Blog Posts

Python Script for RSA signing/verifying

05-01-2023

Github Page: https://github.com/pkiscape/rsa-signverify

This python script, "rsa-signverify.py" uses the python cryptographic library to perform digital signature functions. It can sign data using RSA/PSS and verify signatures. You can first generate an RSA keypair with openssl if you don't have a keypair.

After generating the RSA keypair, you can sign data. The --sign parameter will load the private key(--key), and then it will hash (SHA256) the message that was passed with --sign and then sign the digest. The --verify parameter will load the public key(--key). It will then verify the signature(--signature)/message(--verify) with the public key.

Generate private key:


    openssl genpkey -algorithm RSA -pkeyopt rsa_keygen_bits:2048 -out rsa2048.key

Then you can derive public key from private key:


    openssl rsa -in rsa2048.key -pubout -out rsa2048.pub

Note: This script requires cryptography - https://pypi.org/project/cryptography/

pip3 install cryptography

Usage:


    usage: rsa-signverify [-h] [-k KEY] [-s SIGN] [-v VERIFY] [-sig SIGNATURE] [-out OUT]

    optional arguments:

      -h, --help            show this help message and exit

      -k KEY, --key KEY     Define the RSA private or public key file in PEM format

      -s SIGN, --sign SIGN  Specify file to sign using RSA private key. Uses PSS padding.
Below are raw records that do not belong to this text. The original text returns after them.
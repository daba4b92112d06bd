import type { EntityManager } from '@mikro-orm/sqlite';
import type { AuditEntryWire } from '../../../shared/contracts/audit.ts';
import { defaultPageSize, type PageQuery } from '../../../shared/contracts/pagination.ts';
import { AppError } from '../../../shared/errors.ts';
import { AuditEntryEntity } from '../../entities/audit-entry.ts';

interface AuditFilter extends PageQuery {
  readonly action?: string | undefined;
  readonly actor?: string | undefined;
  readonly subjectType?: string | undefined;
  readonly subjectId?: string | undefined;
  readonly from?: string | undefined;
  readonly to?: string | undefined;
}

/** The trail, newest first. Its ids rise by one, so an id is a place in it. */
export async function listAudit(em: EntityManager, filter: AuditFilter): Promise<{ items: AuditEntryWire[]; nextCursor: string | null }> {
  const limit = filter.limit ?? defaultPageSize;
  if (filter.cursor !== undefined && !/^\d{1,15}$/.test(filter.cursor)) {
    throw new AppError('bad-request', 'The cursor cannot be read. Use the nextCursor of the page before.');
  }
  const found = await em.find(
    AuditEntryEntity,
    {
      $and: [
        filter.cursor === undefined ? {} : { id: { $lt: Number(filter.cursor) } },
        filter.action === undefined
          ? {}
          : filter.action.includes('.')
            ? { action: filter.action }
            : { action: { $like: `${filter.action.replaceAll(/[%_]/g, '')}.%` } },
        filter.actor === undefined ? {} : { actorHandle: filter.actor },
        filter.subjectType === undefined ? {} : { subjectType: filter.subjectType },
        filter.subjectId === undefined ? {} : { subjectId: filter.subjectId },
        filter.from === undefined ? {} : { at: { $gte: new Date(filter.from) } },
        filter.to === undefined ? {} : { at: { $lte: new Date(filter.to) } },
      ],
    },
    { orderBy: { id: 'desc' }, limit: limit + 1 },
  );
  const rows = found.slice(0, limit);
  const last = rows.at(-1);
  return {
    items: rows.map((entry) => ({
      id: String(entry.id),
      at: entry.at.toISOString(),
      actor: entry.actorHandle,
      action: entry.action,
      subjectType: entry.subjectType,
      subjectId: entry.subjectId,
      groupId: entry.groupId ?? null,
      before: entry.before ?? null,
      after: entry.after ?? null,
      detail: entry.detail,
      requestId: entry.requestId ?? null,
    })),
    nextCursor: found.length > limit && last ? String(last.id) : null,
  };
}
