import { describe, expect, it } from 'vitest';
import { besselJ } from '../../../solvers/core/bessel';
import { gaussLegendre } from '../../../solvers/core/gauss-legendre';

/** scipy.special.jv (1.17.1), order, argument, value. */
const values: [number, number, number][] = [
  [0, 0.5, 0.938469807240813],
  [0, 2.404825557695773, 0.0],
  [1, 3.5, 0.13737752736232714],
  [2, 10.0, 0.2546303136851206],
  [5, 1.0, 0.00024975773021123466],
  [10, 12.0, 0.3004760352712692],
  [16, 8.0, 7.800639546730827e-05],
  [3, 40.0, -0.12614481550582082],
  [0, 100.0, 0.01998585030422312],
  [20, 0.1, 3.919437720858608e-45],
  [7, 0.001, 1.5500991579086105e-27],
  [12, 500.0, -0.0352604703966163],
];

describe('besselJ', () => {
  it.each(values)('J_%d(%d)', (n, x, value) => {
    const out = new Float64Array(n + 3);
    besselJ(n + 2, x, out);
    // Absolute rounding of the normalising sum.
    expect(Math.abs(out[n] - value)).toBeLessThan(2e-15);
  });
  it('has J_0 = 1 at 0, the rest 0', () => {
    const out = new Float64Array(4);
    besselJ(3, 0, out);
    expect([...out]).toEqual([1, 0, 0, 0]);
  });
  it('refuses arguments out of range', () => {
    for (const x of [-1, 1001, NaN]) expect(() => besselJ(2, x, new Float64Array(3))).toThrow(RangeError);
  });
});

describe('gaussLegendre', () => {
  it('has the published rule of five points', () => {
    // Abramowitz and Stegun 1964, table 25.4.
    const { nodes, weights } = gaussLegendre(5);
    [0, 0.538469310105683, 0.906179845938664].forEach((x, i) => expect(Math.abs(nodes[2 + i] - x)).toBeLessThan(1e-15));
    [0.568888888888889, 0.478628670499366, 0.236926885056189].forEach((w, i) => expect(Math.abs(weights[2 + i] - w)).toBeLessThan(1e-15));
  });
  it.each([1, 2, 7, 48, 200])('of %d points is exact up to degree 2n - 1', (n) => {
    const { nodes, weights } = gaussLegendre(n);
    for (const degree of [0, Math.min(2 * n - 2, 30), 2 * n - 1]) {
      let sum = 0;
      for (let i = 0; i < n; i++) sum += weights[i] * nodes[i] ** degree;
      expect(Math.abs(sum - (degree % 2 === 1 ? 0 : 2 / (degree + 1)))).toBeLessThan(1e-13);
    }
  });
  it('refuses a number of points that is none', () => {
    for (const n of [0, 2.5, 513, NaN]) expect(() => gaussLegendre(n)).toThrow(RangeError);
  });
});
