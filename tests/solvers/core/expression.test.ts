import fc from 'fast-check';
import { evaluate } from 'mathjs';
import { describe, expect, it } from 'vitest';
import { compileExpression } from '../../../solvers/core/expression';

const names = ['x', 'y', 'r', 'theta'];
const at = (text: string, x = 0.3, y = -0.7): number => compileExpression(text, names)(Float64Array.of(x, y, Math.hypot(x, y), Math.atan2(y, x)));

describe('expressions', () => {
  it.each([
    '1 + 2 * x - y / 4', '-x^2', '2^-1', 'x^3 - 3 x y', '(x - y)^0.5 + 2', 'exp(-((x - 0.3)^2 + y^2) / 0.02)', 'x < 0.5 and y < 0 ? 4 : 1',
    '0 < x < 0.5 ? 2 : 1', 'x > 1 or not (y > 0)', 'min(x, y, 3) + max(1, x)', 'sin(pi x) cos(2 theta) + r', 'abs(y) + sqrt(2) + tanh(y) + log(2)', 'mod(-7, 3)',
    '1e-3 + .5 + 2.', 'atan2(y, x) - theta', 'pow(x, 1.7) + cbrt(8)', 'x == 0.3 ? 1 : 2', 'x != y ? e : pi', 'sign(y) * hypot(3, 4)', 'x ? (y ? 1 : 2) : 3',
  ])('%s has the value that mathjs gives', (text) => {
    const [x, y] = [0.3, -0.7];
    const expected = Number(evaluate(text, { x, y, r: Math.hypot(x, y), theta: Math.atan2(y, x) }));
    // Both evaluate in doubles; libraries for transcendental functions differ in the last bits only.
    expect(at(text)).toBeCloseTo(expected, 12);
  });

  it('knows step and heaviside as right-continuous', () => {
    expect([at('step(x - 0.3)'), at('step(x - 0.31)'), at('heaviside(y)')]).toEqual([1, 0, 0]);
  });

  it.each([
    ['import("fs")', /'import' at character 1/],
    ['x + process', /'process' at character 5/],
    ['x.constructor', /'\.' at character 2|'constructor'/],
    ['constructor', /'constructor' at character 1/],
    ['__proto__', /at character 1/],
    ['cos.constructor("return 1")()', /not allowed|not known/],
    ['x = 3', /'=' at character 3/],
    ['f(x) = x', /'f' at character 1/],
    ['[1, 2]', /'\[' at character 1/],
    ['{a: 1}', /'\{' at character 1/],
    ['"text"', /'"' at character 1/],
    ['x; y', /';' at character 2/],
    ['x\ny', /at character 2/],
    ['3 cm', /'cm' at character 3/],
    ['1:3', /Only one formula|cannot be read|range/i],
    ['x!', /'!' at character 2/],
    ["x'", /at character 2/],
    ['5 %', /'%' at character 3/],
    ['random()', /'random' at character 1/],
    ['eval(1)', /'eval'/],
    ['toString', /'toString'/],
    ['valueOf(1)', /'valueOf'/],
    ['sin', /is a function/],
    ['sin(x, y)', /sin takes 1 argument, not 2/],
    ['x(2)', /write x \*/],
    ['1e999', /too large/],
    ['(((', /cannot be read|nested/],
    ['', /empty/],
    ['x +', /cannot be read/],
    ['1'.repeat(501), /at most 500/],
    ['('.repeat(40) + 'x' + ')'.repeat(40), /nested more than 32/],
    ['-'.repeat(499) + 'x', /parts|nested/],
    ['2^'.repeat(249) + '2', /parts|nested/],
    ['x' + '+x'.repeat(240), /parts|nested/],
    ['αβ', /'α' at character 1/],
  ])('refuses %s', (text, message) => {
    expect(() => compileExpression(text, names)).toThrow(RangeError);
    expect(() => compileExpression(text, names)).toThrow(message);
  });

  it('never throws anything but RangeError, and always ends in a number', () => {
    const pieces = fc.constantFrom('x', 'y', 'r', '(', ')', '+', '-', '*', '/', '^', ',', 'sin', 'max', '1', '.5', '<', '?', ':', ' ', 'and', 'e', 'constructor', '[', '"', '=', '!', '%');
    fc.assert(
      fc.property(fc.array(pieces, { maxLength: 30 }), (parts) => {
        try {
          expect(typeof at(parts.join(''))).toBe('number');
        } catch (error) {
          expect(error).toBeInstanceOf(RangeError);
        }
      }),
      { numRuns: 2000 },
    );
  });
});
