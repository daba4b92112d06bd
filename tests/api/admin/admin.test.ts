import { afterAll, beforeAll, describe, expect, it } from 'vitest';
import { auditPageSchema } from '../../../shared/contracts/audit.ts';
import { userPageSchema } from '../../../shared/contracts/account.ts';
import type { HttpClient } from '../../support/http-client.ts';
import { startTestApp, type TestApp } from '../../support/test-app.ts';

let app: TestApp;
let administrator: HttpClient;
beforeAll(async () => {
  app = await startTestApp();
  administrator = await app.signInAs('admin-demo');
});
afterAll(() => app.stop());

describe('site roles', () => {
  it('are given by an administrator, count at once, and leave before and after in the trail', async () => {
    const member = await app.signInAs('member-demo');
    expect((await administrator.put('/api/v1/admin/users/member-demo/site-roles', { siteRoles: ['reviewer'] })).body).toMatchObject({ siteRoles: ['member', 'reviewer'] });
    expect((await member.get('/api/v1/session')).body).toMatchObject({ account: { siteRoles: ['member', 'reviewer'] } });
    const reviewers = userPageSchema.parse((await administrator.get('/api/v1/admin/users?role=reviewer')).body);
    expect(reviewers.items.map((user) => user.handle)).toEqual(['member-demo']);
    const trail = auditPageSchema.parse((await administrator.get('/api/v1/admin/audit?action=account.site-roles-changed')).body);
    expect(trail.items[0]).toMatchObject({ actor: 'admin-demo', before: { siteRoles: [] }, after: { siteRoles: ['reviewer'] }, detail: 'member-demo' });
  });

  it('leave at least one administrator', async () => {
    expect((await administrator.put('/api/v1/admin/users/admin-demo/site-roles', { siteRoles: [] })).status).toBe(409);
    expect((await administrator.delete('/api/v1/account', { handle: 'admin-demo' })).status).toBe(409);
  });

  it('go to a named handle while the site has no administrator, and never after', async () => {
    const fresh = await startTestApp({ env: { ADMINISTRATORS: 'first-test, second-test' } });
    try {
      const rolesOf = async (handle: string) => ((await (await fresh.signInAs(handle)).get('/api/v1/session')).body as { account: { siteRoles: string[] } }).account.siteRoles;
      expect(await rolesOf('unnamed-test')).toEqual(['member']);
      expect(await rolesOf('first-test')).toEqual(['member', 'administrator']);
      expect(await rolesOf('second-test')).toEqual(['member']);
    } finally {
      await fresh.stop();
    }
  });
});

describe('the audit trail', () => {
  it('refuses to be changed or emptied, by whatever statement', async () => {
    const connection = app.orm.em.fork().getConnection();
    const count = async (): Promise<number> => {
      const rows: { n: number }[] = await connection.execute('select count(*) as n from audit_entry');
      return rows[0]?.n ?? 0;
    };
    const before = await count();
    expect(before).toBeGreaterThan(0);
    await expect(connection.execute("update audit_entry set actor_handle = 'nobody'")).rejects.toThrow(/append-only/);
    await expect(connection.execute('delete from audit_entry')).rejects.toThrow(/append-only/);
    await expect(connection.execute('insert or replace into audit_entry select * from audit_entry limit 1')).rejects.toThrow(/append-only/);
    expect(await count()).toBe(before);
  });

  it('is read in pages, newest first, and filtered', async () => {
    for (let i = 0; i < 3; i += 1) await app.group(`Trail ${i}`, { 'owner-demo': ['owner'] });
    const first = auditPageSchema.parse((await administrator.get('/api/v1/admin/audit?limit=2')).body);
    expect(first.items).toHaveLength(2);
    expect(Number(first.items[0]?.id)).toBeGreaterThan(Number(first.items[1]?.id));
    const second = auditPageSchema.parse((await administrator.get(`/api/v1/admin/audit?limit=2&cursor=${first.nextCursor}`)).body);
    expect(Number(second.items[0]?.id)).toBeLessThan(Number(first.items[1]?.id));
    const groups = auditPageSchema.parse((await administrator.get('/api/v1/admin/audit?action=group&actor=owner-demo')).body);
    expect(groups.items.length).toBeGreaterThanOrEqual(3);
    expect(groups.items.every((entry) => entry.action.startsWith('group.') && entry.actor === 'owner-demo')).toBe(true);
    const later = new Date(Date.now() + 60_000).toISOString();
    expect((await administrator.get(`/api/v1/admin/audit?from=${later}`)).body).toMatchObject({ items: [] });
  });
});
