import { Router, type Request } from 'express';
import passport from 'passport';
import type { SignInFailure } from '../../shared/contracts/session.ts';
import type { Dependencies } from '../dependencies.ts';
import { renewSession, saveSession } from '../http/session.ts';
import { appointFirstAdministrator } from '../services/accounts/site-roles.ts';
import { signInAccount, type ProviderProfile } from '../services/accounts/sign-in-account.ts';
import { localPath } from './local-path.ts';
import { makeStrategy, type SignInProvider } from './github-strategy.ts';

/** `/auth/github` and its callback. The same code serves GitHub and the stand-in; only the endpoints differ. */
export function signInRouter(deps: Dependencies, providerFor: (req: Request) => SignInProvider): Router {
  const router = Router();
  const strategyFor = (req: Request) =>
    makeStrategy(providerFor(req), `${deps.env.publicUrl ?? `${req.protocol}://${req.get('host') ?? ''}`}/auth/github/callback`);

  router.get('/auth/github', (req, res, next) => {
    req.session.returnTo = localPath(req.query['returnTo']);
    const login = req.query['login'];
    const options = { session: false, ...(typeof login === 'string' && /^[\w-]{1,60}$/.test(login) ? { login } : {}) };
    passport.authenticate(strategyFor(req), options)(req, res, next);
  });

  router.get('/auth/github/callback', (req, res, next) => {
    const returnTo = localPath(req.session.returnTo);
    const fail = (reason: SignInFailure): void => {
      res.redirect(303, `/sign-in?failed=${reason}&returnTo=${encodeURIComponent(returnTo)}`);
    };
    const answered = (error: unknown, profile: ProviderProfile | false | null | undefined): void => {
      if (error) {
        req.log.warn({ reason: error instanceof Error ? error.name : 'unknown' }, 'sign-in failed at the provider');
        fail('unavailable');
        return;
      }
      if (!profile) {
        fail(req.query['error'] === 'access_denied' ? 'denied' : 'expired');
        return;
      }
      finish(req, profile).then(() => res.redirect(303, returnTo), next);
    };
    passport.authenticate(strategyFor(req), { session: false }, answered)(req, res, next);
  });

  async function finish(req: Request, profile: ProviderProfile): Promise<void> {
    // Roles come with a demonstration account only where the stand-in vouches for it.
    const standIn = deps.env.github ? undefined : deps.standInAccounts.find((account) => account.githubId === profile.githubId);
    const em = deps.orm.em.fork();
    const user = await signInAccount(em, profile, deps.clock(), standIn?.siteRoles ?? []);
    if (deps.env.administrators.includes(profile.handle)) await appointFirstAdministrator(em, user, deps.clock());
    await renewSession(req);
    req.session.userId = user.id;
    await saveSession(req);
  }

  return router;
}
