/** A path of this site to come back to, or '/'. Anything that a browser would read as another host becomes '/'. */
export function localPath(value: unknown): string {
  if (typeof value !== 'string' || value.length > 500 || !/^\/(?![/\\])[^\\\p{Cc}]*$/u.test(value)) return '/';
  const url = new URL(value, 'http://local.invalid');
  // Resolving dots can bring a double slash to the front: '/a/..//elsewhere' would leave the site.
  if (url.host !== 'local.invalid' || url.pathname.startsWith('//') || /^\/(auth|local-github|api)(\/|$)/.test(url.pathname)) return '/';
  return `${url.pathname}${url.search}${url.hash}`;
}
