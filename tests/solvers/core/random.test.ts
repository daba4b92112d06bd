import { describe, expect, it } from 'vitest';
import { erfinv } from '../../../solvers/core/math';
import { normalCdf, normalQuantile } from '../../../solvers/core/normal';
import { deriveDrawKey, philox4x32, RandomStream } from '../../../solvers/core/random';

const hex = (words: Int32Array): string => Array.from(words, (word) => (word >>> 0).toString(16).padStart(8, '0')).join(' ');

describe('Philox4x32-10', () => {
  // Known answers published with the Random123 library (file kat_vectors; Salmon et al. 2011); counter, key, result.
  it.each([
    [[0, 0, 0, 0], [0, 0], '6627e8d5 e169c58d bc57ac4c 9b00dbd8'],
    [[-1, -1, -1, -1], [-1, -1], '408f276d 41c83b0e a20bc7c6 6d5451fd'],
    [[0x243f6a88, 0x85a308d3, 0x13198a2e, 0x03707344], [0xa4093822, 0x299f31d0], 'd16cfe09 94fdcceb 5001e420 24126ea1'],
  ])('gives the published answer for counter %j', (counter, key, expected) => {
    const out = new Int32Array(4);
    philox4x32(Int32Array.from(counter), Int32Array.from(key), out);
    expect(hex(out)).toBe(expected);
  });
});

describe('normal quantile', () => {
  it('equals sqrt(2) erfinv(2 p - 1) of @stdlib', () => {
    // Tolerance: erfinv loses digits where 2 p - 1 is rounded near p = 0 and 1; both are good to a few units in the last place elsewhere.
    for (let i = 1; i < 2000; i++) {
      const p = i / 2000;
      expect(Math.abs(normalQuantile(p) - Math.SQRT2 * erfinv(2 * p - 1))).toBeLessThan(1e-13);
    }
  });
  it('gives the tail values of scipy 1.10.1 (scipy.stats.norm.ppf)', () => {
    expect(normalQuantile(1e-12)).toBeCloseTo(-7.034483825301131, 12);
    expect(normalQuantile(0.975)).toBeCloseTo(1.959963984540054, 14);
    expect(normalCdf(1.959963984540054)).toBeCloseTo(0.975, 14);
  });
  it('refuses what is no probability', () => {
    for (const p of [0, 1, -1, NaN]) expect(() => normalQuantile(p)).toThrow(RangeError);
  });
});

describe('draws', () => {
  it('are a function of seed, phantom, level and draw alone', () => {
    const read = (...args: Parameters<typeof deriveDrawKey>): string => {
      const stream = new RandomStream(deriveDrawKey(...args));
      return [stream.nextNormal(), stream.nextNormal(), stream.nextNormal()].join();
    };
    const base = read(7, 'hash', 2, 5);
    expect(read(7, 'hash', 2, 5)).toBe(base);
    const others = [read(8, 'hash', 2, 5), read(7, 'other', 2, 5), read(7, 'hash', 3, 5), read(7, 'hash', 2, 6)];
    expect(new Set([base, ...others]).size).toBe(5);
    expect(() => deriveDrawKey(7, 'hash', -1, 0)).toThrow(RangeError);
  });
  it('have the moments of a normal distribution', () => {
    const count = 200_000;
    const stream = new RandomStream(deriveDrawKey(1, 'moments', 0, 0));
    let mean = 0;
    let square = 0;
    let fourth = 0;
    for (let i = 0; i < count; i++) {
      const g = stream.nextNormal();
      mean += g / count;
      square += (g * g) / count;
      fourth += (g * g * g * g) / count;
    }
    // Five standard errors of each moment: 1, sqrt(2), sqrt(96) over sqrt(n).
    expect(Math.abs(mean)).toBeLessThan(5 / Math.sqrt(count));
    expect(Math.abs(square - 1)).toBeLessThan((5 * Math.SQRT2) / Math.sqrt(count));
    expect(Math.abs(fourth - 3)).toBeLessThan((5 * Math.sqrt(96)) / Math.sqrt(count));
  });
  it('gives whole numbers without bias', () => {
    const stream = new RandomStream(deriveDrawKey(1, 'indices', 0, 0));
    const seen = new Array<number>(6).fill(0);
    for (let i = 0; i < 60_000; i++) seen[stream.nextIndex(6)]++;
    // Five standard deviations of a binomial count with n = 60,000, p = 1/6.
    for (const count of seen) expect(Math.abs(count - 10_000)).toBeLessThan(5 * Math.sqrt(60_000 * (1 / 6) * (5 / 6)));
  });
});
      -v VERIFY, --verify VERIFY

                            Specify message to verify using passed RSA public key

      -sig SIGNATURE, --signature SIGNATURE

                            Specify signature to verify using passed RSA public key

      -out OUT, --out OUT   Define the file in which to write the signature. Defaults to "signature.bin"

====Signing====

Generic signing using your RSA private key. It uses PSS padding (Probabilistic signature scheme). It saves the signature as signature.bin


    rsa-signverify.py  -k private_key.pem -s data.png

Same as above, but define a file to write the signature to a custom file.


    rsa-signverify.py -k private_key.pem -s data.png -out data.png.sig

====Verifying signatures====

When verifying signatures, pass the public key (public_key.pem) along with the actual message (data.png) and the signature (data.png.sig)


    rsa-signverify.py -k public_key.pem -v data.png -sig data.png.sig

"Verification Successful" will appear when the signature and message can be verified with the public key.
If the signature does not match, verify() will raise an InvalidSignature exception.